Attackers persistently target organizations with spam, phishing, and advanced socially engineered attacks (using deception to trick users into divulging personal information). End users are an easy target and are the weakest link in your security defense. In this blog, I’ll delve into phishing attacks, why they work, and what your risks are. I’ll discuss the importance of protective controls, a comprehensive security awareness program, and some best practices to reduce the phishing risks.
What is phishing?
Phishing exploits were once associated with poorly constructed emails from Nigerian Princes. Today, attackers have improved their techniques significantly and these phishing emails are getting much more difficult to spot. Phishing uses malicious emails that attempt to bait a user into performing an action such as:
- Clicking a link which directs victims to a malicious website
- Opening a malicious email attachment that installs nefarious software on the users’ device
- Tricking users to enter their credentials in a fake site
Do phishing attacks really happen?
Sadly, phishing attacks are happening more frequently. Across Ascend’s client base, we see daily phishing attacks. Attackers are targeting specific individuals and groups within organizations including senior leadership, accounting, and human resources. In the phishing campaigns we perform for our clients, 40% percent of emails are opened, 25% of links are click, and 7% of users enter their credentials or open malicious attachments. The numbers do improve during subsequent tests but keeping end users educated is critical.

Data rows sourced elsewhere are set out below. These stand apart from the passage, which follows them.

"""Element matrices against scikit-fem's own assembly, and the geometry that they stand on."""

from __future__ import annotations

from dataclasses import replace
from typing import Any

import numpy as np
import pytest
from skfem import BilinearForm

from wiresolve.describe.section import Layer, Patch, Section
from wiresolve.describe.shapes import Circle, Ellipse, Hexagon, Rectangle
from wiresolve.fem.lagrange import reference_nodes, triangle
from wiresolve.fem.mesh import Mesh, oriented
from wiresolve.fem.meshing import Mesher, SizeField
from wiresolve.fem.space import Space

RING = Section(Circle(diameter_nm=8), "a", layers=(Layer(3, "b"),))


def meshes(section: Section, size: float = 2.0) -> tuple[Mesh, Mesh]:
    with Mesher(section.pieces()) as mesher:
        return mesher.mesh(SizeField(size))


def test_reference_nodes_count_and_corners() -> None:
    for degree in (1, 2, 3, 4, 6, 8):
        nodes = reference_nodes(degree)
        assert nodes.shape == ((degree + 1) * (degree + 2) // 2, 2)
        np.testing.assert_allclose(triangle(degree).values(nodes), np.eye(len(nodes)), atol=1e-10)


@pytest.mark.parametrize("degree", [4, 6])
def test_gradients_are_those_of_the_values(degree: int) -> None:
    element, at, step = triangle(degree), np.array([[0.2, 0.3], [0.6, 0.1]]), 1e-6
    for axis in range(2):
        shift = np.eye(2)[axis] * step
        difference = (element.values(at + shift) - element.values(at - shift)) / (2 * step)
        np.testing.assert_allclose(element.gradients(at)[axis], difference, atol=1e-7)


@pytest.mark.parametrize(("index", "close"), [(0, 1e-8), (1, 1e-11)], ids=["quartic", "sextic"])
def test_area_and_moments_of_a_circle(index: int, close: float) -> None:
    """Area pi R^2 and integral of x^2 = pi R^4/4 of the curved mesh, in closed form."""
    mesh = meshes(Section(Circle(diameter_nm=10), "a"), 1.5)[index]
    space = Space(mesh)
    x = mesh.points[space.nodes, 0]
    assert space.area_nm2 == pytest.approx(25 * np.pi, rel=close)
    assert x @ space.mass @ x == pytest.approx(np.pi * 625 / 4, rel=close)


@pytest.mark.parametrize("section", [Section(Hexagon(across_flats_nm=10), "a"), RING], ids=["straight", "curved"])
def test_library_agrees(section: Section) -> None:
    """Stiffness, mass and first-derivative forms against scikit-fem's assembly on the same quartic cells."""
    space = Space(meshes(section, 4.0)[0])
    basis, number = space.quartic_basis()
    one = space.ones
    for form, library in (
        ({("x", "x"): 2 * one, ("x", "y"): 0.3 * one, ("y", "x"): 0.3 * one, ("y", "y"): one}, stiffness),
        ({("1", "x"): one}, derivative),
        ({("1", "1"): one}, product),
    ):
        ours = space.matrix(form).toarray()
        theirs = library.assemble(basis).toarray()[np.ix_(number, number)]
        np.testing.assert_allclose(ours, theirs, atol=1e-12 * np.abs(theirs).max())


@BilinearForm
def stiffness(u: Any, v: Any, _: Any) -> Any:
    x, y = u.grad
    return 2 * x * v.grad[0] + 0.3 * (x * v.grad[1] + y * v.grad[0]) + y * v.grad[1]


@BilinearForm
def derivative(u: Any, v: Any, _: Any) -> Any:
    return u.grad[0] * v


@BilinearForm
def product(u: Any, v: Any, _: Any) -> Any:
    return u * v


def test_curved_and_straight_paths_agree() -> None:
    """A field that varies inside the cells takes quadrature; a constant one takes reference tensors."""
    mesh, _ = meshes(RING)
    space = Space(mesh)
    constant = {("x", "x"): space.ones, ("1", "1"): space.ones, ("x", "1"): space.ones}
    ones = np.ones(space.quadrature_weights.shape)
    varying = dict.fromkeys(constant, ones)
    plain, dense = space.matrix(constant), space.matrix(varying)
    assert abs(plain - dense).max() < 1e-13 * abs(plain).max()
    only_value = space.matrix({("x", "x"): space.ones, ("1", "1"): ones, ("x", "1"): space.ones})
    assert abs(plain - only_value).max() < 1e-13 * abs(plain).max()


def test_functions_match_across_edges() -> None:
    """The jump of a random function over inner edges is zero: both cells see the same values along the edge."""
    mesh, _ = meshes(RING)
    values = np.random.default_rng(1).normal(size=len(mesh.points))
    along = np.linspace(0, 1, 7)
    seen: dict[tuple[int, int], np.ndarray] = {}
    jumps = []
    for cell in mesh.cells:
        for a, b in ((0, 1), (1, 2), (2, 0)):
            corner = np.array([[0.0, 0.0], [1.0, 0.0], [0.0, 1.0]])
            at = corner[a] + along[:, None] * (corner[b] - corner[a])
            shown = triangle(4).values(at) @ values[cell]
            if cell[a] > cell[b]:
                shown = shown[::-1]
            key = (min(cell[a], cell[b]), max(cell[a], cell[b]))
            if key in seen:
                jumps.append(np.abs(seen[key] - shown).max())
            seen[key] = shown
    assert len(jumps) > 20
    assert max(jumps) < 1e-12


def test_interfaces_and_walls_are_edges() -> None:
    """Every mesh point on the interface circle belongs to cells of both materials, and the wall is the outer circle."""
    mesh, _ = meshes(RING)
    space = Space(mesh)
    radius = np.hypot(*mesh.points.T)
    inside, outside = (set(mesh.cells[mesh.region == r].ravel()) for r in (0, 1))
    on_interface = set(np.flatnonzero(np.abs(radius - 4) < 1e-5))
    assert on_interface
    assert on_interface == inside & outside
    assert set(space.nodes[space.wall]) == set(np.flatnonzero(np.abs(radius - 7) < 1e-5))
    assert space.rim_of(0).sum() + space.rim_of(1).sum() == space.wall.sum()


def test_wall_around_excluded_and_void_parts() -> None:
    """A hole and a patch that carriers cannot enter are bounded by walls."""
    section = Section(
        Rectangle(width_nm=20, height_nm=12),
        "a",
        patches=(
            Patch(Circle(diameter_nm=4), "void", center_nm=(-5, 0)),
            Patch(Circle(diameter_nm=4), "b", center_nm=(5, 0), carriers="excluded"),
        ),
    )
    mesh, _ = meshes(section)
    space = Space(mesh)
    assert space.area_nm2 == pytest.approx(240 - 8 * np.pi, rel=1e-6)
    for x in (-5, 5):
        on_circle = np.abs(np.hypot(mesh.points[:, 0] - x, mesh.points[:, 1]) - 2) < 1e-4
        assert space.wall[np.isin(space.nodes, np.flatnonzero(on_circle))].all()
    assert {r.name for r in mesh.regions} == {"core", "patch 2"}


def test_ellipse_layer_is_a_parallel_curve() -> None:
    """Vertices on the outer wall of a coated ellipse lie one thickness away from the ellipse."""
    mesh, _ = meshes(Section(Ellipse(width_nm=16, height_nm=8), "a", layers=(Layer(2, "b"),)))
    space = Space(mesh)
    vertices = np.intersect1d(space.nodes[space.wall], mesh.cells[:, :3])
    wall = mesh.points[vertices]
    t = np.linspace(0, 2 * np.pi, 200001)
    ellipse = np.column_stack([8 * np.cos(t), 4 * np.sin(t)])
    distances = [np.hypot(*(ellipse - point).T).min() for point in wall]
    np.testing.assert_allclose(distances, 2, atol=1e-8)


@pytest.mark.parametrize(
    "shape", [Circle(diameter_nm=20), Ellipse(width_nm=20, height_nm=10)], ids=["circle", "ellipse"]
)
def test_area_converges_like_the_energies(shape: Circle | Ellipse) -> None:
    """Edges that meet their curve at Lobatto points leave an area error of order h^8 (equal steps would leave h^6)."""
    area = np.pi * 100 if isinstance(shape, Circle) else np.pi * 50
    errors, sizes = [], []
    for size in (6.0, 4.0, 3.0, 2.0):
        space = Space(meshes(Section(shape, "a"), size)[0])
        errors.append(abs(space.area_nm2 / area - 1))
        sizes.append(len(space.cells) ** -0.5)
    assert np.polyfit(np.log(sizes), np.log(errors), 1)[0] > 7
    assert errors[-1] < 2e-11


def test_curved_maps_keep_their_degree_small() -> None:
    """The cubic and quartic parts of a curved cell's map fall like h^3 and h^4, as optimal energies need."""
    coefficients = []
    for size in (4.0, 2.0):
        mesh = meshes(Section(Ellipse(width_nm=20, height_nm=14), "a"), size)[0]
        curved = mesh.points[mesh.cells[~Space(mesh).straight]]
        x, y = triangle(4).nodes.T
        powers = [(i, d - i) for d in range(5) for i in range(d + 1)]
        monomials = np.column_stack([x**i * y**j for i, j in powers])
        parts = np.einsum("ma,cax->cmx", np.linalg.inv(monomials), curved)
        degree = np.array([i + j for i, j in powers])
        coefficients.append([np.abs(parts[:, degree == d]).max() for d in (2, 3, 4)])
    fall = np.log2(np.array(coefficients[0]) / coefficients[1])
    assert fall[0] > 1.5
    assert fall[1] > 2.3
    assert fall[2] > 3.0


def test_orientation_is_mended() -> None:
    """Mirrored cells are turned counter-clockwise with their nodes in the right order."""
    mesh, _ = meshes(RING)
    mirrored = replace(mesh, points=mesh.points * [-1, 1])
    space, plain = Space(oriented(mirrored)), Space(mesh)
    assert space.area_nm2 == pytest.approx(plain.area_nm2, rel=1e-13)
    assert space.mass.diagonal().min() > 0
    np.testing.assert_allclose(np.sort(space.mass.diagonal()), np.sort(plain.mass.diagonal()), rtol=1e-12)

Why are cybercriminals using phishing attacks?
They work! Attackers are interested in money. Phishing is a big business in and of itself, and the scope and scale of phishing attacks have increased significantly in recent years. Advanced phishing attacks are costing businesses an average of $140,000 per incident. Attackers extort money from your organization using ransomware or social engineering, or they’ll steal data and credentials that can be sold via dark web markets. And as the phishing threat landscape evolves, so do the attackers.
What are the risks?
Phishing emails lead to data harvesting or the execution of malicious code on the victim’s workstation, which can have wide spread effects on an organization. After a successfully phishing attempt is made, the attacker usually tries to capitalize by attempting to transfer funds or steal confidential information. The following are the most common exploits of a successful phishing campaign.
- Email Compromise: Attackers send an email and bait your employees into clicking on a link that looks very similar to your company’s email login page. The user inadvertently enters their credentials (usually your company’s Entra ID, formerly known as active directory credentials) and gives the attacker exactly what they wanted. After their credentials are compromised, the attacker has full access to your user’s email account and it’s hard to identify them in your environment since they look like a legitimate user. Attackers also try to cover their tracks by creating email rules or forwarders. With the compromised credentials these cybercriminals are trying to steal corporate information, access credentials, or steal funds from your company.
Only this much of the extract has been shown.